Hurling the dogs’ corpses at Grice, Rorschach then handcuffed the man to a pipe and doused the room with kerosene. After handing Grice a hacksaw and stating that it would be futile for Grice to attempt to cut through the handcuffs (implying that he would have to cut off his hand), Rorschach set fire to the room and exited the house. He watched outside for over an hour in the unlikely event that Grice might free himself in time; Grice did not survive.Watchmen Wiki

It also appears in the first Saw movie.

Adam finds a bag containing two hacksaws inside the toilet, which they try to use to cut through their chains, but Adam’s saw breaks. Lawrence realizes the saws are meant to be used on their feet, and identifies their captor as the Jigsaw Killer, whom Lawrence knows of because he was once a suspect.Wikipedia

It’s as brutal an act as one can imagine, but it has an element of chivalry (and moral exculpation). After all, the chained man has a chance to live. If he dies, it’s because he didn’t want it enough. 

…Or does he? The man who chained you up a) wants to kill you and b) controls every aspect of the scenario you’re in. Would he give you a hacksaw if there was any way you could escape in time, however remote? Maybe he wants you to die in terrible pain, with a hacksaw buried in your leg.

This is such a weirdly common (and specific) trope in fiction that I started wondering when it first appeared. Where’s hacksaw zero? Is there an ur-hacksaw scene that predates all others?

I might have found it. Ironically, in a book that was never actually written.
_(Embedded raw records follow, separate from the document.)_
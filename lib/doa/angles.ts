/**
 * Angle conventions (docs/conventions.md §1).
 *
 * Element m (m = 0 … M−1) sits at x_m = m·d, d in wavelengths. A bearing θ is
 * in degrees from broadside, in [−90, 90], positive toward larger m. Time
 * dependence exp(+jωt); steering vector a_m(θ) = exp(+j·2π·d·m·sin θ); the
 * electrical angle is μ = 2π·d·sin θ (radians). Every electrical angle maps
 * back as θ = asin(clip(μ / (2π·d), −1, 1)); a clip is reported.
 */
import { ComplexVector } from './linalg/complex';

/** The one degree constant of lib/doa: radians per degree (θ_rad = θ_deg · RAD_PER_DEG). */
export const RAD_PER_DEG = Math.PI / 180;

/** μ = 2π·d·sin θ, θ in degrees. */
export function electricalAngle(bearingDeg: number, spacingWavelengths: number): number {
  return 2 * Math.PI * spacingWavelengths * Math.sin(bearingDeg * RAD_PER_DEG);
}

/** θ = asin(clip(μ/(2π·d), −1, 1)) in degrees, and whether the clip was active. */
export function electricalAngleToBearing(
  mu: number,
  spacingWavelengths: number,
): { bearingDeg: number; clipped: boolean } {
  const u = mu / (2 * Math.PI * spacingWavelengths);
  const clipped = u > 1 || u < -1;
  const c = u > 1 ? 1 : u < -1 ? -1 : u;
  return { bearingDeg: Math.asin(c) / RAD_PER_DEG, clipped };
}

/** Maps electrical angles to bearings sorted ascending; counts the clipped ones. */
export function bearingsFromElectricalAngles(
  mus: ArrayLike<number>,
  spacingWavelengths: number,
): { bearingsDeg: number[]; clippedCount: number } {
  const bearingsDeg: number[] = [];
  let clippedCount = 0;
  for (let i = 0; i < mus.length; i++) {
    const r = electricalAngleToBearing(mus[i], spacingWavelengths);
    if (r.clipped) clippedCount++;
    bearingsDeg.push(r.bearingDeg);
  }
  bearingsDeg.sort((a, b) => a - b);
  return { bearingsDeg, clippedCount };
}

/** a(θ), length `elements`, split re/im. */
export function steeringVector(elements: number, spacingWavelengths: number, bearingDeg: number): ComplexVector {
  const re = new Float64Array(elements);
  const im = new Float64Array(elements);
  const mu = electricalAngle(bearingDeg, spacingWavelengths);
  for (let m = 0; m < elements; m++) {
    re[m] = Math.cos(mu * m);
    im[m] = Math.sin(mu * m);
  }
  return { re, im };
}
The 120 Days of Sodom is the legendary and never-completed epic by 18th century aristocrat Marquis de Sade. Written on a single roll of paper while its author was imprisoned in the Bastille, its production was interrupted in 1789 by the French Revolution. Only the first part is extant: the second and third parts exist in outline form.
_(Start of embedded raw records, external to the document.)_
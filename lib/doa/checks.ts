/**
 * The one set of entry checks of lib/doa. Every public function of the library checks its
 * arguments with these; each check throws a DoaInputError whose message names the argument
 * (as the caller spells it) and the offending value, so the web layer can answer 422 with it.
 * Scalar checks return the checked value; array and matrix checks return nothing or a copy.
 */
import { DoaInputError } from './errors';
import type { ComplexMatrix } from './linalg/complex';

/** A finite number (NaN and ±Inf rejected). */
export function requireFinite(value: unknown, name: string): number {
  if (typeof value !== 'number' || !Number.isFinite(value)) {
    throw new DoaInputError('not-finite', `${name} must be a finite number, got ${String(value)}`);
  }
  return value;
}

/** A finite number strictly greater than zero. */
export function requirePositive(value: unknown, name: string): number {
  const v = requireFinite(value, name);
  if (!(v > 0)) throw new DoaInputError('bad-value', `${name} must be greater than 0, got ${v}`);
  return v;
}

/** A finite number ≥ 0. */
export function requireNonNegative(value: unknown, name: string): number {
  const v = requireFinite(value, name);
  if (v < 0) throw new DoaInputError('bad-value', `${name} must be 0 or more, got ${v}`);
  return v;
}

/** A finite number in [lo, hi]. */
export function requireInRange(value: unknown, name: string, lo: number, hi: number): number {
  const v = requireFinite(value, name);
  if (v < lo || v > hi) throw new DoaInputError('bad-value', `${name} must lie in [${lo}, ${hi}], got ${v}`);
  return v;
}

/** Largest element count the figures accept (keeps O(M²) paths bounded). */
export const MAX_FIGURE_ELEMENTS = 4096;

/** Element count: an integer in [2, MAX_FIGURE_ELEMENTS]. */
export function requireElementCount(value: unknown, name = 'elements'): number {
  if (typeof value !== 'number' || !Number.isFinite(value)) {
    throw new DoaInputError('not-finite', `${name} must be a finite integer, got ${String(value)}`);
  }
  if (!Number.isInteger(value)) throw new DoaInputError('bad-value', `${name} must be an integer, got ${value}`);
  if (value < 2) throw new DoaInputError('too-few-elements', `${name} must be at least 2, got ${value}`);
  if (value > MAX_FIGURE_ELEMENTS)
    throw new DoaInputError('bad-value', `${name} must be at most ${MAX_FIGURE_ELEMENTS}, got ${value}`);
  return value;
}

/** Element spacing in wavelengths: finite and > 0. */
export function requireSpacing(value: unknown, name = 'spacingWavelengths'): number {
  if (typeof value !== 'number' || !Number.isFinite(value) || !(value > 0)) {
    throw new DoaInputError('bad-spacing', `${name} must be a finite number of wavelengths > 0, got ${String(value)}`);
  }
  return value;
}

/** A bearing in degrees within [−90, 90]. */
export function requireBearing(value: unknown, name: string): number {
  return requireInRange(value, name, -90, 90);
}

/** A positive integer (snapshot counts and the like). */
export function requirePositiveInteger(value: unknown, name: string): number {
  const v = requireFinite(value, name);
  if (!Number.isInteger(v) || v < 1)
    throw new DoaInputError('bad-value', `${name} must be a positive integer, got ${v}`);
  return v;
}

/** An array-like of finite numbers of an optional exact length; returns a Float64Array copy. */
export function requireFiniteArray(value: unknown, name: string, length?: number): Float64Array {
  if (value === null || typeof value !== 'object' || typeof (value as ArrayLike<number>).length !== 'number') {
    throw new DoaInputError('bad-size', `${name} must be an array of numbers`);
  }
  const arr = value as ArrayLike<unknown>;
  if (length !== undefined && arr.length !== length) {
    throw new DoaInputError('bad-size', `${name} has ${arr.length} entries, expected ${length}`);
  }
  const out = new Float64Array(arr.length);
  for (let i = 0; i < arr.length; i++) {
    const v = arr[i];
    if (typeof v !== 'number' || !Number.isFinite(v)) {
      throw new DoaInputError('not-finite', `${name}[${i}] must be a finite number, got ${String(v)}`);
    }
    out[i] = v;
  }
  return out;
}

/** Every entry of an array (or a typed array) is finite; `what` names the argument. */
export function requireFiniteEntries(values: ArrayLike<number>, what: string): void {
  for (let i = 0; i < values.length; i++) {
    if (!Number.isFinite(values[i])) {
      throw new DoaInputError('not-finite', `${what}: entry ${i} is ${values[i]}, not a finite number`);
    }
  }
}

/** A square matrix; `what` names the operation or argument. */
export function requireSquare(a: ComplexMatrix, what: string): void {
  if (a.rows !== a.cols) throw new DoaInputError('bad-size', `${what}: matrix is ${a.rows} × ${a.cols}, not square`);
}

/** Two matrices of the same size; `what` names the operation. */
export function requireSameSize(a: ComplexMatrix, b: ComplexMatrix, what: string): void {
  if (a.rows !== b.rows || a.cols !== b.cols) {
    throw new DoaInputError('bad-size', `${what}: ${a.rows} × ${a.cols} and ${b.rows} × ${b.cols} differ in size`);
  }
}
In the third part, we come across this scene:

“He chains one of the girl’s hands and secures the chain to the wall; he leaves her thus, without food. Near her is a large knife, and just beyond her reach sits an excellent meal: if she wishes to eat, she has but to cut through her forearm; otherwise, she dies of starvation. Prior to this he has embuggered her. He observes her through a window.”

This has some interesting parallels to Mad Max.

  • The chain
  • The cutting instrument
  • The “ticking clock” (in this case, the girl’s own biological processes: she’ll starve if she doesn’t escape)
  • The victim must self-mutilate

It has some differences.

  • A knife is not a hacksaw.
  • Cutting through the chain isn’t suggested as a possibility (although she probably would have tried)
  • The girl won’t become free if she cuts off her forearm. She will have earned a meal, and will then be subjected to further tortures.

There’s another big difference between this scene and its later incarnations.

Max Rockatansky and Rorschach are (dark) heroes. Even Jigsaw is given some odd philosophical motivations for his deeds. Nothing like this exists for the barbarous noblemen of Sodom, who have retired to a chateau in Germany to destroy as many young lives as possible. Their evil is a black hole, existing beyond any reasonable motive.

Another Frenchman, Jean-Baptiste Say, once said that supply creates its own demand. In the Marquis’s case, the same holds true for sadism. When men have knives, they use them.